I've got lots more to say, both about the album and our Tramlines weekend, but as ever, I've got to be elsewhere. I'll keep you updated.


Tuesday, 3 July 2012

Code Duello


Alexander Hamilton was never to be president of the United States of America. Born in the West Indies an illegitimate child, it would never be his right, yet due to his influence and lasting legacy, his face adorns the ten dollar bill. A hugely divisive figure, Hamilton was probably the most vociferous of Federalists (the political branch who believed in the necessity to order and efficiency of a powerful central government) and co-authored the wonderfully written Federalist papers to make the argument. It would never really be won and as such, their industrial revolution sluggishly creeped quietly forward throughout the mid-19th Century. He almost sounds saddened and expectant of defeat when he writes, "An enlightened zeal for the energy and efficiency of government will be stigmatised as the offspring of a temper fond of despotic power and hostile to the principles of liberty." Hamilton was indeed passionate and it would ultimately be the death of him. In a duel of honour, he was killed by a bullet to the abdomen by vice-President, Aaron Burr.

The political rivalry between Hamilton and Burr was longstanding and interesting in itself as is the reason for the duel, but I was struck by the image of this fatal duel amongst such eminent men. Burr had arrived first with his 'second', William Van Ness, at the appointed time and place - 7am at Weehawken, New Jersey, on the Hudson River - and began to make a clearing for the dueling ground. Hamilton arrived shortly after with Nathaniel Pendleton, his second and the arrangements began. Ten paces were marked out and lots were drawn for position, which Hamilton won. Hamilton fired first but wildly and into the air but it seem he had not 'thrown away his fire', as the custom for this was to fire into the ground. Burr then, hearing the shot fly past him, legitimately fired his own shot into the lower abdomen of Hamilton. He died the next day.

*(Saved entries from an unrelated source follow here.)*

import { Engine } from 'json-rules-engine';
import { evaluate } from '#rules/engine/evaluate';
import type { MixRecord } from '#rules/record';
import type { ResolvedEdition } from '#rules/rule-sets/resolve';
import { inTurn, told } from './measure';

const context = { submittedOn: '2026-03-09', lettingOn: '2026-01-14', facts: {} };

/** A full check with evidence and seal against a bare run of as many conditions, 120 of them on 600 readings. */
export async function benchFullCheck(record: MixRecord, edition: ResolvedEdition): Promise<string> {
  const wide = withRules(edition, 120);
  const long = withReadings(record, 600);
  const engine = new Engine([], { allowUndefinedFacts: true });
  const values = new Map<string, number>();
  for (const [index, rule] of wide.rules.entries()) {
    const fact = `value-${index}`;
    values.set(fact, 10 + index);
    engine.addFact(fact, () => values.get(fact) ?? 0, { cache: false });
    engine.addRule({
      name: rule.id,
      conditions: {
        all: [
          { fact, operator: 'greaterThanInclusive', value: 5 },
          { fact, operator: 'lessThanInclusive', value: 500 },
        ],
      },
      event: { type: 'pass' },
    });
  }
  const { first, second, ratio } = await inTurn(
    40,
    () => evaluate(long, wide, context),
    () => engine.run(),
  );
  return `full check, ${wide.rules.length} rules on ${long.readings.length} readings: ${told(first)}; bare run of the conditions: ${told(second)}; ratio ${ratio.toFixed(1)}, target at most 3`;
}

function withRules(edition: ResolvedEdition, count: number): ResolvedEdition {
  const rules = [...edition.rules];
  for (let copy = 0; rules.length < count; copy += 1) {
    const rule = edition.rules[copy % edition.rules.length];
    if (rule === undefined) break;
    rules.push({ ...rule, id: `${rule.id}-${copy}` });
  }
  return { ...edition, rules };
}

/** Creep strains fill the record up: no rule of the edition reads them. */
function withReadings(record: MixRecord, count: number): MixRecord {
  const readings = [...record.readings];
  for (let time = 1; readings.length < count; time += 1) {
    readings.push({
      quantity: 'creep-strain',
      value: 20 + time / 10,
      unit: 'µε',
      at: { temperature: -10, time, stress: 400, specimen: '1' },
      origin: 'measured',
      source: null,
    });
  }
  return { ...record, readings };
}
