import { parseArgs } from 'node:util';
import { evaluate } from '#rules/engine/evaluate';
import { readWorkbook } from '#rules/reading/interpret';
import { templateMapping } from '#rules/reading/template-mapping';
import '#server/lend-digest';
import { decodeWorkbook } from '#server/workbook/decode';
import { demoEdition, demoWorkbooks } from '#tests/workbooks/demo/write-demo-workbooks';
import { benchCreepFit } from './creep-fit';
import { benchFirstScreen } from './first-screen';
import { benchFullCheck, benchGrowth } from './full-check';
import { benchLighthouse } from './lighthouse';
import { benchLists } from './lists';
import { benchUploadToFindings } from './upload-to-findings';
import { benchStart } from './warm-start';

const edition = demoEdition();
const [workbook] = await demoWorkbooks();
if (workbook === undefined) throw new Error('The demo has no workbook.');
const bytes = Buffer.from(workbook.bytes);
const decoded = await decodeWorkbook(bytes, workbook.name);
if (!decoded.ok) throw new Error(decoded.problem.detail);
const { record } = readWorkbook({
  grid: decoded.grid,
  mapping: templateMapping(edition),
  edition,
  answers: [],
});

const context = { submittedOn: '2026-03-09', lettingOn: '2026-01-14', facts: {} };

/** Every row of the bench by its name; the longest is run only where it is asked for. */
const rows: Record<string, () => string | Promise<string>> = {
  check: () => benchFullCheck(record, edition),
  growth: () => benchGrowth(record, edition),
  creep: () => benchCreepFit(),
  upload: () => benchUploadToFindings(bytes, edition),
  screen: () => benchFirstScreen(),
  start: () => benchStart(),
  lighthouse: () => benchLighthouse(),
  lists: () => benchLists(Number(values.submittals), evaluate(record, edition, context)),
};

const { values } = parseArgs({
  options: { only: { type: 'string' }, submittals: { type: 'string', default: '100000' } },
});
const { only } = values;
if (only !== undefined && !(only in rows)) throw new Error(`--only takes ${Object.keys(rows).join(', ')}.`);
for (const [name, row] of Object.entries(rows)) {
  if (only === undefined ? name !== 'lists' : name === only) console.log(await row());
}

An inaccurate imagining of the Hamilton-Burr duel

The scene is fantastic and, I think, incredibly sad. I wonder how the seconds felt as they prepared and what level of bravado was shown. What did it feel like to be a witness to such an event? When Hamilton raised his pistol, had he made his mind up? According to his diary entry the night before, he intended to throw away his first fire. Was he in two minds? A further theory suggests that Burr himself misfired his shot, as a witness had him step forward after Hamilton fell, as if in regret.  Last night, I tried to write a song about this scene and although they're not finished, there are two branches to the theme. One is melancholy and other quite brutal. Hopefully, they will both become something to bring to the band but they need a lot of work, mostly with the lyrics. I'm wary of trampling too heavily on the character of Hamilton particularly, as I've grown quite fond of him. Burr will perhaps take a more brutal sketch, as I'm saddened by the result of the story, though that hint of regret warms me to him slightly. I'm looking forward to getting to know them better in both songs.